Helen H

Helen H.

I was always one of the blessed people who never had to deal with any significant health issues and never even gave my health status much thought. As my family was preparing to welcome my first grandchild into the world, I began to feel that something was not right with me. I was feeling tired and found that my usual routine in the gym was becoming more and more difficult. Over the course of only a few months my stamina had diminished significantly. Given all of the excitement and anticipation around my daughter's pregnancy, I was not paying much attention to what was happening in my body. On September 20, 2015 my beautiful granddaughter was born; the joy and wonder was beyond description. My husband and I went to Chicago from our home in Florida to be there for her birth. I finally admitted to myself that I had a medical problem that needed attention when I found the repeated walk from our hotel to the hospital, only a few blocks away, was causing me to feel short of breath.
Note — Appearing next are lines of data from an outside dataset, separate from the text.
// Light, printable, no external fonts: the system's own faces in order of preference.
const char* kStyle = R"css(
:root { color-scheme: light; --ink: #1d2125; --muted: #5a6470; --rule: #d5dae0; --panel: #f5f7f9;
        --accent: #2d4f7c; --caution: #9a5b00; --caution-bg: #fff6e6; --warning: #a3261d; --warning-bg: #fdeeed; }
* { box-sizing: border-box; }
html { background: #ffffff; }
body { margin: 0; color: var(--ink); background: #ffffff;
       font: 15px/1.5 system-ui, -apple-system, "Segoe UI", Roboto, "Noto Sans", "DejaVu Sans", Arial, sans-serif; }
main { max-width: 980px; margin: 0 auto; padding: 28px 32px 48px; }
header.report { border-bottom: 3px solid var(--accent); padding-bottom: 12px; margin-bottom: 18px; }
header.report .kind { text-transform: uppercase; letter-spacing: .08em; font-size: 12px; color: var(--accent); font-weight: 600; }
h1 { font-size: 28px; line-height: 1.2; margin: 4px 0 6px; }
header.report .subtitle { color: var(--muted); font-size: 13px; }
nav.contents { font-size: 13px; color: var(--muted); margin: 0 0 18px; }
nav.contents ol { margin: 4px 0 0; padding: 0; list-style: none; columns: 3; column-gap: 24px; }
nav.contents a { color: var(--accent); text-decoration: none; }
h2 { font-size: 20px; margin: 30px 0 10px; padding-bottom: 4px; border-bottom: 1px solid var(--rule); color: var(--accent); }
h3 { font-size: 15px; margin: 18px 0 6px; }
p { margin: 6px 0 10px; }
code, pre, .code { font-family: ui-monospace, "DejaVu Sans Mono", "Liberation Mono", Menlo, Consolas, monospace; font-size: 13px; }
code { background: var(--panel); padding: 0 3px; border-radius: 3px; overflow-wrap: anywhere; }
td code { overflow-wrap: normal; }
pre { background: var(--panel); border: 1px solid var(--rule); border-radius: 4px; padding: 8px 10px;
      white-space: pre-wrap; overflow-wrap: anywhere; margin: 6px 0 12px; }
dl.fields { display: grid; grid-template-columns: max-content 1fr; gap: 3px 16px; margin: 6px 0 12px; }
dl.fields dt { color: var(--muted); }
dl.fields dd { margin: 0; overflow-wrap: anywhere; }
.table-wrap { overflow-x: auto; margin: 6px 0 14px; }
table { border-collapse: collapse; font-size: 13.5px; }
table.compact { font-size: 12px; }
th, td { border-bottom: 1px solid var(--rule); padding: 4px 10px 4px 0; text-align: left; vertical-align: top; }
th { font-weight: 600; border-bottom: 2px solid var(--ink); white-space: nowrap; }
td.num, th.num { text-align: right; font-variant-numeric: tabular-nums; white-space: nowrap; padding-left: 10px; }
tbody tr:nth-child(even) td { background: #fafbfc; }
.swatch { display: inline-block; width: 10px; height: 10px; border-radius: 2px; margin-right: 6px;
          vertical-align: baseline; print-color-adjust: exact; -webkit-print-color-adjust: exact; }
figure { margin: 14px 0 20px; padding: 10px; border: 1px solid var(--rule); border-radius: 4px; background: #ffffff; }
figure .figure-title { font-weight: 600; margin: 0 0 6px; }
figure svg { display: block; width: 100%; height: auto; margin: 0 auto; }
figcaption { color: var(--muted); font-size: 13px; margin-top: 6px; }
aside { border-left: 4px solid var(--accent); background: var(--panel); padding: 8px 12px; margin: 10px 0 14px; border-radius: 0 4px 4px 0; }
aside.caution { border-color: var(--caution); background: var(--caution-bg); }
aside.warning { border-color: var(--warning); background: var(--warning-bg); }
ul { margin: 6px 0 12px; padding-left: 22px; }
li { margin: 2px 0; }
@page { size: A4; margin: 16mm 14mm 18mm;
        @bottom-left { content: "%FOOTER%"; font: 8pt sans-serif; color: #5a6470; }
        @bottom-right { content: "page " counter(page) " of " counter(pages); font: 8pt sans-serif; color: #5a6470; } }
@media print {
  body { font-size: 10.5pt; }
  main { max-width: none; padding: 0; }
  nav.contents ol { columns: 3; }
  h2 { break-after: avoid; page-break-after: avoid; }
  h3 { break-after: avoid; page-break-after: avoid; }
  figure, aside, tr, dl.fields, pre { break-inside: avoid; page-break-inside: avoid; }
  thead { display: table-header-group; }
  .table-wrap { overflow: visible; }
  a { color: inherit; text-decoration: none; }
}
)css";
Thinking it was my heart I scheduled a chest x-ray and echocardiogram upon my arrival back home. I never ended up getting the echocardiogram as the chest x-ray presented me and my family with the shock of our lives: I had a right lower lobe lung mass along with multiple small nodules in both lungs. The biopsy showed adenocarcinoma of the lung, presenting me with the diagnosis of Stage IV non-small cell lung cancer. As a non-smoker and healthy woman, I had never suspected that my health issue would be related to lung cancer. With a lot more life to live, my own misconception of lung cancer was challenged. The thought that I would be a lung cancer patient had never even crossed my mind.

I was initially treated with chemotherapy and after five months switched to another treatment, Tarceva, due to progression on my previous regimen. I was told I had an EGFR mutation, but it was a variant mutation of which not much is known in regard to optimal treatment. Fortunately, I have had a response to the Tarceva and my status is being monitored with periodic CT scans. Because of the fact that we know so little about the variant EGFR mutations and so many other aspects of lung cancer treatment, my family and I have become committed to doing whatever we can to help support lung cancer research.

Lung cancer kills nearly twice as many women each year as breast cancer, but funding for lung cancer research lags way behind. With this comparative funding inequality, in large part due to the smoking related stigma of this disease, performing critical research regarding lung cancer and its treatment has been limited. It is my hope that we can overcome this problem, obtain increased funding for lung cancer research and that the benefits will allow me to live to watch my granddaughter grow and meet the many more grandchildren I hope to have in the future.